# Need Advice for Sons Dog (crossposted)



## Carol Boche (May 13, 2007)

Hi guys,

Need some advice as I am not quite sure about this.

Scenario:

1 3+ yr old beagle and 1 year old yellow lab

Both fairly well trained, behaved and exercised. They are very respectful of the wireless fence.

Beagle has started barking at night while outside and used to only bark when someone came down the driveway.
Lab never barked, but has started to since the beagle has started.

(I am assuming that there are animals moving through such as deer, antelope, rabbit, skunk, coyotes or other dogs and the like. Normally just as hunting season approaches or is starting my dogs throw in a new bark due to this happening)

GOAL: Son wants beagle and/or lab to bark when someone approaches but not at nothing like is starting to happen.

What is the best way about working on this? I have bark collars he can utilize, an e-collar he can utilize. But, will this affect the wireless fence collars?

If he keeps the beagle in the garage and the lab out then the lab does not bark. No matter what the beagle barks.

When my dogs bark, I can tell the difference between
"Its feeding time or I am bored", "There are other dogs out and it is my turn", "Its past feeding time",
AND "Get your ass out here mom, someone is coming" barks. The rest of the time my dogs do not bark so I am a bit stumped on how to go about this.


----------



## Kristen Cabe (Mar 27, 2006)

I'd put a bark collar on the beagle and keep it in the garage. That way, the IF collar would not need to be on the dog.


----------



## Carol Boche (May 13, 2007)

I have thought of that and it would work, but then what about wanting the "alert" bark when someone pulls in? 

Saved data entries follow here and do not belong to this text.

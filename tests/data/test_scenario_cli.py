"""Scenario folders (precedence of caller, file and meta.toml), file-level user
errors, and ``optbench check`` on the command line (one line and exit 2 on errors)."""
from __future__ import annotations

import datetime as dt
import json
import subprocess
import sys

import numpy as np
import pytest

from optbench.data.chain import load_chain
from optbench.data.scenario import load_scenario
from optbench.errors import InputError

from conftest import long_frame, random_quotes

META = """name = "Zephyr Composite Index"
code = "ZPHX"
spot = 99.0
asof = 2026-11-27
rate = 0.03
div_yield = 0.01
holidays = ["2026-12-25", "2027-01-01"]
"""


def _folder(tmp_path, with_spot=True):
    folder = tmp_path / "ZPHX"
    folder.mkdir()
    frame = long_frame(random_quotes(np.random.default_rng(11)), 100.0)
    if not with_spot:
        frame = frame.drop(columns=["underlying_price", "quote_date"])
    frame.to_csv(folder / "chain.csv", index=False)
    (folder / "history.csv").write_text("date,close\n2026-11-25,98\n2026-11-26,99\n"
                                        "2026-11-27,100\n")
    (folder / "meta.toml").write_text(META)
    return folder


def test_scenario_precedence(tmp_path):
    folder = _folder(tmp_path)
    s = load_scenario(folder)
    assert s.name == "Zephyr Composite Index" and s.code == "ZPHX"
    # the file's own underlying_price beats meta.toml; rate comes from meta
    assert s.chain.spot == 100.0 and s.chain.spot_source == "file"
    assert s.chain.rate == 0.03 and s.chain.rate_source == "meta"
    assert s.holidays == (dt.date(2026, 12, 25), dt.date(2027, 1, 1))
    assert len(s.history.returns) == 2
    # the caller beats both
    s2 = load_scenario(folder / "chain.csv", spot=101.0, rate=0.02)
    assert s2.chain.spot == 101.0 and s2.chain.spot_source == "caller"
    assert s2.chain.rate == 0.02 and s2.chain.rate_source == "caller"


def test_meta_fills_what_the_file_lacks(tmp_path):
    s = load_scenario(_folder(tmp_path, with_spot=False))
    assert s.chain.spot == 99.0 and s.chain.spot_source == "meta"
    assert s.chain.asof == dt.date(2026, 11, 27) and s.chain.asof_source == "meta"


def test_several_spots_use_the_median_with_a_note(tmp_path):
    frame = long_frame(random_quotes(np.random.default_rng(2), n_exp=1, n_k=3), 100.0)
    frame["underlying_price"] = [100.0, 100.2, 99.9, 100.1, 100.0, 100.0]
    path = tmp_path / "c.csv"
    frame.to_csv(path, index=False)
    chain = load_chain(path)
    assert chain.spot == float(np.median(frame["underlying_price"]))
    assert any("median" in n for n in chain.notes)


CHAIN_OK = ("quote_date,underlying_price,expiry,strike,type,bid,ask\n"
            "2026-11-27,100,2027-01-15,100,C,4.0,4.2\n")


@pytest.mark.parametrize("name, content, problem", [
    ("empty.csv", b"", "file is empty"),
    ("blank.csv", b"\n\n  \n", "file is empty"),
    ("binary.csv", bytes(range(256)) * 4, "binary"),
    ("nocol.csv", b"quote_date,underlying_price,expiry,strike,type,bid\n"
                  b"2026-11-27,100,2027-01-15,100,C,4.0\n", "missing column 'ask'"),
    ("nostrike.csv", b"quote_date,underlying_price,expiry,type,bid,ask\n"
                     b"2026-11-27,100,2027-01-15,C,4.0,4.2\n", "missing column 'strike'"),
    ("onecol.csv", b"quote_date:expiry:strike:type:bid:ask\n1:2:3:4:5:6\n", "delimiter"),
    ("nodate.csv", b"underlying_price,expiry,strike,type,bid,ask\n100,2027-01-15,100,C,4,4.2\n",
     "no quote date"),
    ("baddate.csv", b"quote_date,underlying_price,expiry,strike,type,bid,ask\n"
                    b"someday,100,2027-01-15,100,C,4,4.2\n", "no readable date"),
    ("nospot.csv", b"quote_date,expiry,strike,type,bid,ask\n2026-11-27,2027-01-15,100,C,4,4.2\n",
     "no spot price"),
    ("header.csv", b"quote_date,underlying_price,expiry,strike,type,bid,ask\n",
     "no quotes"),
])
def test_file_level_user_errors(tmp_path, name, content, problem):
    path = tmp_path / name
    path.write_bytes(content)
    with pytest.raises(InputError, match=problem) as err:
        load_chain(path)
    assert str(path) in str(err.value) and "\n" not in str(err.value)


def test_semicolons_and_decimal_commas_are_accepted(tmp_path):
    path = tmp_path / "semi.csv"
    path.write_text(CHAIN_OK.replace(",", ";").replace("4.0", "4,0").replace("4.2", "4,2"))
    chain = load_chain(path)
    assert chain.quality.rows_used == 1 and chain.quotes["mid"].iloc[0] == 4.1


def _cli(*args):
    return subprocess.run([sys.executable, "-m", "optbench", "check", *args],
                          capture_output=True, text=True, timeout=60)


@pytest.mark.parametrize("make, args, problem", [
    (lambda d: None, ["missing.csv"], "no such file"),
    (lambda d: (d / "e.csv").write_bytes(b""), ["e.csv"], "file is empty"),
    (lambda d: (d / "b.csv").write_bytes(b"\x00\x01\x02PK" * 50), ["b.csv"], "binary"),
    (lambda d: (d / "m.csv").write_text("expiry,strike,type,bid\n2027-01-15,1,C,1\n"),
     ["m.csv", "--spot", "100", "--asof", "2026-11-27"], "missing column 'ask'"),
    (lambda d: (d / "ok.csv").write_text(CHAIN_OK), ["ok.csv", "--asof", "27.13.2026"],
     "not a date"),
])
def test_cli_user_errors_are_one_line_exit_2(tmp_path, make, args, problem):
    make(tmp_path)
    args = [str(tmp_path / a) if a.endswith(".csv") else a for a in args]
    out = _cli(*args)
    assert out.returncode == 2, out.stderr
    lines = out.stderr.strip().splitlines()
    assert len(lines) == 1 and problem in lines[0], out.stderr
    assert "Traceback" not in out.stderr and out.stdout == ""


@pytest.mark.slow
def test_cli_check_json_table_and_csv(tmp_path):
    folder = _folder(tmp_path)
    out = _cli(str(folder), "--format", "json", "--rows", "3")
    assert out.returncode == 0, out.stderr
    doc = json.loads(out.stdout)
    q = doc["quality"]
    assert q["rows_in"] == q["rows_used"] + sum(q["rejected"].values())
    chain = load_scenario(folder).chain
    assert q == chain.quality.as_dict()
    assert doc["asof"] == "2026-11-27" and doc["spot"] == 100.0
    assert doc["underlying"] == "ZPHX" and doc["sources"]["rate"] == "meta"
    assert len(doc["rejected_rows"]) == min(3, len(chain.rejected))
    assert [e["expiry"] for e in doc["expiries"]] == [d.isoformat() for d in chain.expiries]

    target = tmp_path / "rejected.csv"
    out = _cli(str(folder / "chain.csv"), "--format", "csv", "-o", str(target))
    assert out.returncode == 0 and target.is_file()
    assert len(target.read_text().strip().splitlines()) == len(chain.rejected) + 1

    out = _cli(str(folder))
    assert out.returncode == 0 and f"used {chain.quality.rows_used}" in out.stdout


def test_corrupt_parquet_is_one_line(tmp_path):
    path = tmp_path / "chain.parquet"
    path.write_bytes(b"PAR1" + b"not really parquet" * 10)
    with pytest.raises(InputError, match="cannot read as Parquet"):
        load_chain(path)


def test_non_occ_symbols_are_kept_not_read(tmp_path):
    path = tmp_path / "c.csv"
    path.write_text("quote_date,underlying_price,expiry,strike,type,bid,ask,symbol\n"
                    "2026-11-27,100,2027-01-15,100,C,4.0,4.2,ZPHX-15JAN27-100-C\n"
                    "2026-11-27,100,2027-01-15,100,P,3.9,4.1,ZPHX-15JAN27-100-P\n")
    chain = load_chain(path)
    assert chain.quality.rows_used == 2
    assert any("not in OCC form" in n for n in chain.notes)


def test_wide_line_with_one_side_empty(tmp_path):
    path = tmp_path / "w.csv"
    path.write_text("quote_date,underlying_price,expiry,Call Bid,Call Ask,Strike,Put Bid,Put Ask\n"
                    "2026-11-27,100,2027-01-15,4.0,4.2,100,3.9,4.1\n"
                    "2026-11-27,100,2027-01-15,1.0,1.2,110,,\n")
    chain = load_chain(path)
    assert chain.layout == "wide" and chain.quality.rows_in == 4
    rej = chain.rejected.iloc[0]
    assert (rej["line"], rej["reason"], rej["side"]) == (3, "missing_field", "put")


def test_all_rejected_chain_is_not_an_error(tmp_path):
    path = tmp_path / "c.csv"
    path.write_text("quote_date,underlying_price,expiry,strike,type,bid,ask\n"
                    "2026-11-27,100,2026-11-20,100,C,4.0,4.2\n")
    chain = load_chain(path)
    assert chain.quality.rows_used == 0 and chain.quality.rejected == {"expired": 1}
    assert chain.quotes.empty and chain.expiries == []


def test_multiline_cells_are_noted(tmp_path):
    path = tmp_path / "c.csv"
    path.write_text("quote_date,underlying_price,expiry,strike,type,bid,ask,comment\n"
                    '2026-11-27,100,2027-01-15,100,C,4.0,4.2,"two\nlines"\n'
                    "2026-11-27,100,2027-01-15,100,P,3.9,4.1,one\n\n\n")
    assert any("span several lines" in n for n in load_chain(path).notes)
    path.write_text(CHAIN_OK + "\n\n")
    assert not any("span several lines" in n for n in load_chain(path).notes)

I am thinking he could just rely on the lab for that???

I did tell him that the IF collar should not be on the dog if he is going to use the other collars.......I am thinking she may think the bark collar is the IF collar since it is the same size and weight? and therefore she would not wander either?????


----------



## susan tuck (Mar 28, 2006)

I agree with Kristen with regards to the beagle - those damn things never shut up so I would think the lab would eventually follow suit with constant barking. 

He needs to teach the lab to bark on command, then he should have lots of friends come over so he can give bark command as they approach (you know what I'm talking about). Make sure he knows to use high value rewards for this behaviour & that dog will catch on in no time, & he won't have to be out there or give the command.

He also needs to teach "quiet" command so he can discourage the dog when he barks at other animals.


----------



## Jeff Oehlsen (Apr 7, 2006)

**** EDITED by MOD *****

Of course the beagle is gonna bark, he is asking the impossible as all he is doing with his dogs is leaving them in the yard. **** EDIT ****


----------



## Carol Boche (May 13, 2007)

Thanks for the advice Susan and Kristen. That is pretty much along the lines of what I was thinking. 

Can a Mod close this post please? I had a feeling Jeff would be an asshole so I should not have posted here anyway. 

Pretty much a read and no post board for me since Jeff is allowed to act like that. No wonder I don't see him over at Ed's.


----------



## susan tuck (Mar 28, 2006)

Quick Connie, get the e-collar..........maybe just the "quiet hood".


----------



## Connie Sutherland (Mar 27, 2006)

susan tuck said:


> Quick Connie, get the e-collar..........maybe just the "quiet hood".


:lol: :lol: :lol:


----------



## Connie Sutherland (Mar 27, 2006)

QUOTE: Can a Mod close this post please? I had a feeling Jeff would be an asshole so I should not have posted here anyway. END


Post any training questions you want, Carol. You're a long-time member whose working dogs are assets to society.

PM me (any mod) when inappropriate posts are made. I can't moderate something I haven't seen yet.


----------